Not sure about the protesting though, some zoo's are hell holes and don't take animal rights seriously. Other's are a good thing if they facilitate breeding in rare species and raise awareness. Very importantly - provided they have high standards of condition.

Where you protesting for general dislike of animal captivity or because of a specific Zoo in particular?


----------



## _AJ_ (Jan 23, 2008)

oh cool, i found the article

http://www.edmontonjournal.com/travel/Lucy+lonely+protesters+urge/3177265/story.html

that explains it all, and you can kind of see me in the articles photos there


----------



## VIncymon (Apr 16, 2009)

Dude, these things your doing are great and all , but be careful man.


Being social is great and all, but there are better ways to be social than just being controversial.

I'm just saying .... don't go getting yourself beat up and / or thrown into jail for a night.


----------



## _AJ_ (Jan 23, 2008)

no, no being careful! no being afraid! no fear!! 
live a fun life

not a long boring safe life

the phrase "be safe" or "be careful" makes me throw up


----------



## OregonMommy (Mar 3, 2010)

Wow I'm really proud of you, & doing all of these things for a great cause; it takes a great deal of courage and heart to do that, good for you!


----------



## Welchsboy (Dec 8, 2003)

lol @ the dude wearing the elephant suit. He is dedicated. I'd be jealous since I would just have some flimsy cardboard sign glued to a wooden stick while this dude shows up in a full-body elephant suit complete with floppy ears and a trunk.

You guys could sneak into the zoo at night, swap the elephant suit guy with Lucy, and the deadbeat zookeepers would probably never even notice.


----------



## _AJ_ (Jan 23, 2008)

haha


----------



## broseph (Jan 18, 2010)

Cool man! I'm going to try to make myself go out in public like that too during the next few months.


----------



## huh (Mar 19, 2007)

broseph said:


> Cool man! I'm going to try to make myself go out in public like that too during the next few months.

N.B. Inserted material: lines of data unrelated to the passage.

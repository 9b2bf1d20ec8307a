"""The figures of a measurement. Each function takes axes and returns them; nothing is computed but scales."""

from __future__ import annotations

from typing import Any

import numpy as np

from ..records import Inertia, Measurement, Swing, SwingTrace
from .look import DATA, FAINT, FIT, INK, MOST_POINTS, SHADE, THIRD, new_figure, plain, save

DEGREES = 180.0 / np.pi


def figure_files(measurement: Measurement) -> dict[str, bytes]:
    """All figures that the measurement has, as file name → bytes, PNG and SVG of each."""
    files = {}
    for name, figure in all_figures(measurement).items():
        for kind in ("png", "svg"):
            files[f"{name}.{kind}"] = save(figure, kind)
    return files


def all_figures(measurement: Measurement) -> dict[str, Any]:
    """Figures by name: swing, amplitude, spectrum, budget, where there is something to draw."""
    figures: dict[str, Any] = {}
    swing, inertia = measurement.swing, measurement.inertia
    if swing is not None:
        figures["swing"] = swing_figure(swing.trace)
        figures["amplitude"] = _single(lambda ax: draw_amplitude(ax, swing))
        figures["spectrum"] = _single(lambda ax: draw_spectrum(ax, swing))
        if swing.law is not None:
            figures["period-amplitude"] = _single(lambda ax: draw_period_amplitude(ax, swing))
    if inertia is not None and inertia.budget:
        figures["budget"] = _single(lambda ax: draw_budget(ax, inertia))
    return figures


def swing_figure(trace: SwingTrace) -> Any:
    """Data with the fit above, residuals below, on one time axis."""
    figure = new_figure(7.2, 5.0)
    upper, lower = figure.subplots(2, 1, sharex=True, height_ratios=[3, 1.2])
    draw_swing(upper, trace)
    draw_residual(lower, trace)
    upper.tick_params(labelbottom=False)
    upper.set_xlabel("")
    return figure


def draw_swing(ax: Any, trace: SwingTrace) -> Any:
    """Data and fit against time; parts left out are shaded."""
    scale, unit = _scale(trace.unit)
    pick = _thin(trace.t_s.size)
    ax.plot(trace.t_s[pick], scale * trace.measured[pick], ".", ms=2.2, color=DATA, label="measured")
    ax.plot(trace.t_s[pick], scale * trace.fitted[pick], "-", lw=0.8, color=FIT, label="fit")
    out = ~trace.used & np.isfinite(trace.measured)
    inside = out & (trace.t_s >= trace.free_from_s) & (trace.t_s <= trace.free_to_s)
    if inside.any():
        ax.plot(trace.t_s[inside], scale * trace.measured[inside], "x", ms=5, color=INK, label="set aside")
    for start, end in ((trace.t_s[0], trace.free_from_s), (trace.free_to_s, trace.t_s[-1])):
        if end - start > 1e-6:
            ax.axvspan(start, end, color=SHADE, zorder=0)
    ax.legend(loc="upper right", fontsize=8, frameon=False, ncols=3)
    return plain(ax, "time, s", f"swing, {unit}")


def draw_residual(ax: Any, trace: SwingTrace) -> Any:
    """Measured less fitted, for the samples that the fit used."""
    scale, unit = _scale(trace.unit)
    kept = np.flatnonzero(trace.used)[_thin(int(trace.used.sum()))]
    ax.axhline(0.0, color=FAINT, lw=0.8)
    ax.plot(trace.t_s[kept], scale * (trace.measured - trace.fitted)[kept], ".", ms=2.0, color=DATA)
    return plain(ax, "time, s", f"residual, {unit}")


def draw_amplitude(ax: Any, swing: Swing) -> Any:
    """Envelope of the fit over the data's absolute value."""
    trace = swing.trace
    scale, unit = _scale(trace.unit)
    kept = np.flatnonzero(trace.used)[_thin(int(trace.used.sum()))]
    ax.plot(
        trace.t_s[kept], scale * np.abs(trace.measured[kept]), ".", ms=1.6, color=FAINT, label="|measured|"
    )
    ax.plot(
        trace.t_s[kept],
        scale * trace.amplitude[kept],
        "-",
        lw=1.6,
        color=FIT,
        label=f"amplitude, {swing.damping_law} damping",
    )
    ax.set_ylim(bottom=0.0)
    ax.legend(fontsize=8, frameon=False)
    return plain(ax, "time, s", f"amplitude, {unit}")


def draw_spectrum(ax: Any, swing: Swing) -> Any:
    """Amplitude spectrum of the residual, with the swing and other motions named."""
    trace = swing.trace
    scale, unit = _scale(trace.unit)
    ax.semilogy(
        trace.spectrum_hz, np.maximum(scale * trace.spectrum_residual, 1e-12), "-", lw=0.9, color=DATA
    )
    ax.axvline(1.0 / swing.period_in_clip.value, color=FIT, lw=1.0, label="swing")
    for mode in swing.other_modes:
        ax.axvline(mode.frequency_hz, color=THIRD, lw=1.0, ls="--", label=mode.kind)
    ax.legend(fontsize=8, frameon=False)
    return plain(ax, "frequency, Hz", f"amplitude in the residual, {unit}")


def draw_period_amplitude(ax: Any, swing: Swing) -> Any:
    """Periods of single cycles against amplitude, and what the suspension predicts."""
    law, trace = swing.law, swing.trace
    assert law is not None
    if swing.amplitude_start is None:
        ax.text(0.5, 0.5, "the amplitude is not known", ha="center", transform=ax.transAxes, color=INK)
        return plain(ax, "amplitude, °", "period, s")
    at = np.interp(trace.cycle_t_s, trace.t_s, np.nan_to_num(trace.amplitude))
    if trace.unit == "rad":
        ax.plot(DEGREES * at, trace.cycle_period_s, ".", color=DATA, label="single cycles")
    reach = law.amplitude_rad <= 1.15 * swing.amplitude_start.value
    ax.plot(
        DEGREES * law.amplitude_rad[reach],
        swing.period.value * law.period_ratio[reach],
        "-",
        color=FIT,
        label=f"{law.name}, exact",
    )
    ax.legend(fontsize=8, frameon=False)
    return plain(ax, "amplitude, °", "period, s")


def draw_budget(ax: Any, inertia: Inertia) -> Any:
    """Share of each input in the variance of the moment of inertia."""
    lines = sorted(inertia.budget, key=lambda line: line.share)
    ax.barh(
        [line.input.replace("_", " ") for line in lines],
        [100.0 * line.share for line in lines],
        color=DATA,
        height=0.6,
    )
    return plain(ax, "share of the variance, %", "input")


def _single(draw: Any) -> Any:
    figure = new_figure(7.2, 3.2)
    draw(figure.subplots())
    return figure


def _scale(unit: str) -> tuple[float, str]:
    """Angles are shown in degrees; an unknown unit says so."""
    return (DEGREES, "°") if unit == "rad" else (1.0, unit or "unit of the series")


def _thin(count: int) -> Any:
    """Indices of at most `MOST_POINTS` points, evenly."""
    if count <= MOST_POINTS:
        return np.arange(count)
    return np.unique(np.linspace(0, count - 1, MOST_POINTS).astype(int))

Bonus points if you wear an elephant suit :b


----------



## sjohnson1958 (May 27, 2010)

_AJ_ said:


> oh cool, i found the article
> 
> http://www.edmontonjournal.com/travel/Lucy+lonely+protesters+urge/3177265/story.html
> 
> that explains it all, and you can kind of see me in the articles photos there


wow, well done you!


----------



## TheCanadian1 (Sep 14, 2009)

That's cool, I wish I could be more involved in protests!


----------



## Adorkable (May 22, 2010)

_AJ_ said:


> no, no being careful! no being afraid! no fear!!
> live a fun life
> 
> not a long boring safe life
> ...


I couldn't agree more! I can't believe how many of us people from the West have abandoned all rebellion and emerged into a race of complacent subjugated drones. I admire you for standing up for you beliefs!


----------



## Wehttam (Nov 6, 2009)

I like the sign in front of you , it's almost as if the 'SAD Eyes..." standed for; "Social Anxiety Disorder Eyes, Empty Lives" plus the 'Lonely Lucy' sign and you hidden behind the other sign re-enforces the whole thing, you'd think it's an Anti-SA protest at first glance haha.

Anyways, good job! we are proud


----------



## Perfectionist (Mar 19, 2004)

That's a daunting situation to put yourself in. Congratulations on going through with it!


----------



## Iota (Mar 24, 2010)

Well, just because some of us may secretly wish for a life of soliary confinement, does not mean that Lucy does. She needs to go be with her own kind in a wildlife sanctuary. You should be proud of protesting.


----------



## BetaBoy90 (Jan 5, 2010)

I like what you're doing man, you are my new SAS hero, you're coming up with really unique ways to combat your anxiety.


----------